"""Broken configs: every message names the place, the key, and what to write instead.

In each case « stands where the message must point.
"""

import re

import pytest

from swirlight.config import parse_config
from swirlight.errors import ConfigError
from tests.config.good import GOOD

# name: (text of the good config, what replaces it, key, words of the message)
BROKEN = {
    "misspelt key": (
        "  density:", "  «densty:", "sample.densty", ["unknown key", '"density"']),
    "key of another section": (
        "record:\n", "record:\n  «timestep: 2 fs\n", "record.timestep",
        ["unknown key", "stages[0].timestep", "another section"]),
    "key of an inner section": (
        "    phase: 0 deg", "    «rate: 1 rad/ps", "light[0].rate",
        ["light[0].turning.rate", "another section"]),
    "key nobody knows": (
        "seed: 41", "«zzz: 41", "zzz", ["unknown key; expected one of title, seed"]),
    "duplicate key": (
        "seed: 41", "seed: 41\n«seed: 42", "seed", ["duplicate key", "line 2"]),
    "misspelt unit": (
        "    «duration: 1.0 ps", "    «duration: 1.0 pS", "light[0].duration",
        ['"1.0 pS"', 'unknown unit "pS"', 'did you mean "ps"', '"120 fs"']),
    "wrong dimension": (
        "    «duration: 1.0 ps", "    «duration: 1.0 nm", "light[0].duration",
        ['"1.0 nm"', "not the unit of a time", '"120 fs"']),
    "no unit": (
        "  «temperature: 298.15 K", "  «temperature: 298.15", "sample.temperature",
        ["298.15 has no unit", '"298.15 K"']),
    "quoted number without unit": (
        "  «temperature: 298.15 K", '  «temperature: "298.15"', "sample.temperature",
        ["has no unit"]),
    "degrees Celsius": (
        "  «temperature: 298.15 K", "  «temperature: 25 degC", "sample.temperature",
        ["temperatures are in K"]),
    "comma in a quantity": (
        "  «density: 0.777 g/cm^3", "  «density: 0,777 g/cm^3", "sample.density",
        ["comma", "decimal point"]),
    "expression instead of a quantity": (
        "  «density: 0.777 g/cm^3", "  «density: 9**9**9 g/cm^3", "sample.density",
        ["no number with a unit"]),
    "a prefix of the wrong case": (
        "    «duration: 1.0 ps", "    «duration: 1.0 Ps", "light[0].duration",
        ["out of range", "at most 1 us"]),
    "negative duration": (
        "    «duration: 1.0 ps", "    «duration: -1.0 ps", "light[0].duration", ["out of range"]),
    "missing required key": (
        "«  temperature: 298.15 K\n", "", "sample.temperature", ["missing", '"298.15 K"']),
    "required key left empty": (
        "  temperature: 298.15 K", "  temperature:", "sample.temperature", ["missing"]),
    "missing section": (
        GOOD[GOOD.index("stages:") : GOOD.index("exposures:")], "", "stages",
        ["missing", "a list"]),
    "wrong word": (
        "    «envelope: gaussian", "    «envelope: gausian", "light[0].envelope",
        ['"gausian"', 'did you mean "gaussian"', "rectangle"]),
    "word of a later release": (
        "  «arrangement: lattice", "  «arrangement: random", "sample.arrangement",
        ['"random"', "expected lattice"]),
    "text where a number belongs": (
        "  «tolerance: 1e-4", "  «tolerance: tight", "forces.tolerance", ['"tight"', "0.0001"]),
    "number out of range": (
        "    «refractive_index: 1.0", "    «refractive_index: 133", "light[0].refractive_index",
        ["133 is out of range", "from 0.1 to 10"]),
    "fraction where a count belongs": (
        "count: 256", "«count: 25.6", "sample.species[0].count", ["25.6", "whole number"]),
    "zero bodies": (
        "count: 256", "«count: 0", "sample.species[0].count", ["0 is out of range"]),
    "helicity of two": (
        "    «helicity: 1", "    «helicity: 2", "light[0].helicity", ["2", "1 or -1"]),
    "helicity and ellipticity": (
        "    helicity: 1\n", "    helicity: 1\n    «ellipticity: 45 deg\n", "light[0].ellipticity",
        ["helicity is given too"]),
    "two strengths": (
        "    fluence: 20 mJ/cm^2\n", "    fluence: 20 mJ/cm^2\n    peak_field: 1e8 V/m\n",
        "light[1].fluence", ["peak_field is given too", "only one of"]),
    "no strength": (
        "«    fluence: 20 mJ/cm^2\n", "", "light[1]", ["none of peak_intensity, peak_field"]),
    "flat top without rise": (
        "    rise: 50 fs\n", "", "light[1].rise", ["flat-top", "rise: 0.2 ps"]),
    "rise longer than the pulse": (
        "    «rise: 50 fs", "    «rise: 500 fs", "light[1].rise", ["longer than the duration"]),
    "no light table": (
        "    envelope: flat-top\n    rise: 50 fs",
        "    envelope: table\n    «file: no-such-file.csv", "light[1].file",
        ['"no-such-file.csv" is no file']),
    "direction zero": (
        "    «direction: [0, 1, 1]", "    «direction: [0, 0, 0]", "light[1].direction",
        ["no direction", "[0, 1, 1]"]),
    "two numbers for a vector": (
        "«vector: 0 0 1e7 V/m", "«vector: 0 1e7 V/m", "bias_field.vector",
        ["2 numbers instead of three", '"0 0 1e7 V/m"']),
    "bias ends before it begins": (
        "«to: 5 ps", "«to: 0 ps", "bias_field.to", ["not after from"]),
    "bias without an end": (
        "bias_field: {vector: 0 0 1e7 V/m, from: 0 ps, to: 5 ps}",
        "«bias_field: {vector: 0 0 1e7 V/m, from: 0 ps}", "bias_field.to",
        ["missing", "from is given"]),
    "two boxes": (
        "  density: 0.777 g/cm^3", "  density: 0.777 g/cm^3\n  «edges: 3 3 3 nm",
        "sample.edges", ["density is given too"]),
    "no box": (
        "«  density: 0.777 g/cm^3\n", "", "sample", ["none of density, edges, begin_from"]),
    "no such start file": (
        "  «density: 0.777 g/cm^3", "  «begin_from: starts/000.h5", "sample.begin_from",
        ['"starts/000.h5" is no file']),
    "species listed twice": (
        "{use: water,", "{«use: acetonitrile,", "sample.species[1].use", ["listed twice"]),
    "override of an absent species": (
        "between: [«water.O", "between: [«methanol.O", "forces.pairs[0].between[0]",
        ["methanol is not in the sample", "acetonitrile or water"]),
    "no first timestep": (
        "    timestep: 2 fs\n", "", "stages[0].timestep", ["missing", '"2 fs"']),
    "length no whole multiple": (
        "    «length: 40 ps", "    «length: 40.001 ps", "stages[0].length",
        ["no whole multiple", "equilibrate", "0.002 ps", '"40 ps"']),
    "stride no whole multiple": (
        "  «every: 20 fs", "  «every: 3 fs", "record.every", ["no whole multiple", "exposure"]),
    "two lit stages": (
        "    timestep: 2 fs\n", "    timestep: 2 fs\n    «lit: true\n", "stages[0].lit",
        ["only the last stage"]),
    "no lit stage": (
        "{name: exposure, after_light: 6 ps, lit: true}", "«{name: exposure, length: 6 ps}",
        "stages[1]", ["no stage is lit"]),
    "length and after_light": (
        "after_light: 6 ps,", "length: 9 ps, «after_light: 6 ps,", "stages[1].after_light",
        ["length is given too"]),
    "after_light in the dark": (
        "    length: 40 ps", "    «after_light: 40 ps", "stages[0].after_light",
        ["only a lit stage"]),
    "friction missing": (
        "    thermostat: {method: langevin, friction: 2 /ps, acts_on: all}",
        "    «thermostat: {method: langevin}", "stages[0].thermostat.friction", ["missing"]),
    "a thermostat of a later release": (
        "{«method: langevin", "{«method: nose-hoover-chain", "stages[0].thermostat.method",
        ['"nose-hoover-chain"', "none, langevin"]),
    "unknown vector": (
        "  vectors: [light_torque, torque,", "  vectors: [light_torque, «torqe,",
        "record.vectors[1]", ['did you mean "torque"']),
    "kind given twice": (
        "  «kinds: [plus, minus, dark]", "  «kinds: [plus, plus]", "exposures.kinds",
        ["each kind once"]),
    "boolean of old YAML": (
        "«lit: true", "«lit: yes", "stages[1].lit", ['"yes"', "true or false"]),
    "title that is no text": (
        "«title: Spinning up a chilled polar solvent", "«title: 2026", "title",
        ["2026 is no text", "quotes"]),
    "section that is a word": (
        "exposures:\n  kinds: [plus, minus, dark]\n  starts: 16\n  spacing: 10 ps\n"
        "  carrier_phases: 2\n", "«exposures: many\n", "exposures", ['"many"', "a section"]),
    "list that is a section": (
        "    - {use: acetonitrile, count: 256}\n    - {use: water, count: 8}\n",
        "    use: acetonitrile\n", "sample.species", ["a section; expected a list"]),
    "control characters": (
        "    «envelope: gaussian", '    «envelope: "gau\\e[31mss"', "light[0].envelope",
        [r'"gau\x1b[31mss"']),
}  # fmt: skip
POINTED_AT_PARENT = {
    "missing required key": "sample:", "required key left empty": "temperature:",
    "missing section": "title:", "no strength": "- carrier: 800 nm", "no box": "sample:",
    "two strengths": "fluence:", "flat top without rise": "- carrier: 800 nm",
    "no first timestep": "- name: equilibrate", "list that is a section": "species:",
}  # fmt: skip


def _place(text, mark):
    """Line and column (from 1) of a mark, and the text without marks."""
    before = text[: text.index(mark)].replace("«", "")
    return before.count("\n") + 1, len(before) - before.rfind("\n")


@pytest.mark.parametrize("name", BROKEN)
def test_message_names_place_key_and_remedy(name):
    good, broken, key, words = BROKEN[name]
    good = good.replace("«", "")
    assert GOOD.count(good) >= 1
    text = GOOD.replace(good, broken, 1)
    line, column = _place(text, "«") if "«" in text else (0, 0)
    text = text.replace("«", "")
    if name in POINTED_AT_PARENT:
        line, column = _place(text, POINTED_AT_PARENT[name])
        column += 2 * POINTED_AT_PARENT[name].startswith("- ")
    with pytest.raises(ConfigError) as caught:
        parse_config(text, name="broken.yaml")
    assert len(caught.value.lines) == 1, str(caught.value)
    message = caught.value.lines[0]
    assert message.startswith(f"broken.yaml:{line}:{column}: {key}: ")
    for word in words:
        assert word in message
    assert message.isprintable()


def test_there_are_many_kinds():
    assert len(BROKEN) >= 25


def test_every_fault_is_told_in_the_order_of_the_file():
    text = GOOD.replace("298.15 K", "warm").replace("1e-4", "-1").replace("20 fs", "20 nm")
    with pytest.raises(ConfigError) as caught:
        parse_config(text)
    keys = [line.split(": ")[1] for line in caught.value.lines]
    assert keys == ["sample.temperature", "forces.tolerance", "record.every"]


def test_rules_of_a_plain_equilibrium_run():
    dark = GOOD[: GOOD.index("light:")] + "stages: [{length: 10 ps, timestep: 2 fs}]\n"
    assert parse_config(dark).exposures is None
    with pytest.raises(ConfigError, match=r"stages\[0\].lit: true, but there is no light"):
        parse_config(dark.replace("2 fs}", "2 fs, lit: true}"))
    with pytest.raises(ConfigError, match="exposures.kinds: plus and minus without light"):
        parse_config(dark + "exposures: {starts: 1}\n")
    with pytest.raises(ConfigError, match="exposures.starts: 2 starts need a stage before"):
        parse_config(dark + "exposures: {kinds: [dark], starts: 2}\n")
    assert parse_config(dark + "exposures: {kinds: [dark], starts: 1}\n").exposures.starts == 1


def test_sampled_steps_are_those_of_the_mesh():
    every = "forces.mesh_every=2"
    with pytest.raises(ConfigError) as caught:
        parse_config(GOOD, overrides=[every], name="c.yaml")
    line, column = _place(GOOD.replace("  totals", "  «totals"), "«")
    assert list(caught.value.lines) == [
        f"c.yaml:{line}:{column}: record.totals_every: 0.01 ps is no whole multiple of 2 timesteps"
        f' (forces.mesh_every) of stage {stage}, 0.004 ps; expected one, for example "0.008 ps"'
        for stage in ("equilibrate", "exposure")]
    fine = [every, "record.totals_every=20 fs"]
    config = parse_config(GOOD, overrides=[*fine, "stages[1].after_light=6.001 ps"])
    assert config.stages[1].steps % 2 == 0  # rounded up
    for key, value in {"stages[0].length": "39.998 ps", "record.every": "18 fs",
                       "exposures.spacing": "9.998 ps"}.items():
        with pytest.raises(ConfigError, match=re.escape(f"{key}: ")):
            parse_config(GOOD, overrides=[*fine, f"{key}={value}"])
    with pytest.raises(ConfigError, match="forces.mesh_every: 2, and electrostatics is none, which"
                                          " has no mesh; expected 1"):
        parse_config(GOOD, overrides=[*fine, "forces.electrostatics=none"])


def test_a_stage_begins_where_its_mesh_acts():
    """Ticks go on from stage to stage, and energies are read at whole multiples of them."""
    text = GOOD[: GOOD.index("light:")] + (
        "stages: [{length: 12 fs, timestep: 1 fs}, {length: 16 fs, timestep: 4 fs},\n"
        "         {length: 16 fs}]\nrecord: {every: 16 fs, totals_every: 8 fs}\n")
    parse_config(text)
    with pytest.raises(ConfigError) as caught:
        parse_config(text, overrides=["forces.mesh_every=2"])
    assert [line.split(": ", 1)[1] for line in caught.value.lines] == [
        "stages[1]: with the stages before it, it begins at 0.012 ps, which is no whole multiple"
        ' of 2 timesteps (forces.mesh_every) of stage stage-2, 0.008 ps; expected one, for'
        ' example "0.008 ps"']


def test_overrides_are_named_in_messages():
    with pytest.raises(ConfigError) as caught:
        parse_config(GOOD, overrides=["light[0].duration=5 Ps", "record.evry=2 fs"])
    assert [line.split(": ")[:2] for line in caught.value.lines] == [
        ["--set", "light[0].duration"], ["--set", "record.evry"]]  # fmt: skip
    for assignment, words in {
        "light[0].duration": "needs KEY=VALUE",
        "light[0]..duration=1 ps": "needs KEY=VALUE",
        "=1": "needs KEY=VALUE",
        "light[7].duration=1 ps": "light has 2 entries, counted from 0",
        "light.duration=1 ps": "light is no section",
        "sample[0]=1": "sample is no list",
        "title.x=1": "title is no section",
        "light[0].duration=[1": "--set light[0].duration: not readable",
        "seed=*a": "aliases",
    }.items():
        with pytest.raises(ConfigError, match=".") as caught:
            parse_config(GOOD, overrides=[assignment])
        assert str(caught.value).startswith("--set") and words in str(caught.value)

_What is needed_.
All lines from the one that holds "2 entries, counted" through the end of the material, both ends included, should be restated exactly.

_Reply_.
        "light[7].duration=1 ps": "light has 2 entries, counted from 0",
        "light.duration=1 ps": "light is no section",
        "sample[0]=1": "sample is no list",
        "title.x=1": "title is no section",
        "light[0].duration=[1": "--set light[0].duration: not readable",
        "seed=*a": "aliases",
    }.items():
        with pytest.raises(ConfigError, match=".") as caught:
            parse_config(GOOD, overrides=[assignment])
        assert str(caught.value).startswith("--set") and words in str(caught.value)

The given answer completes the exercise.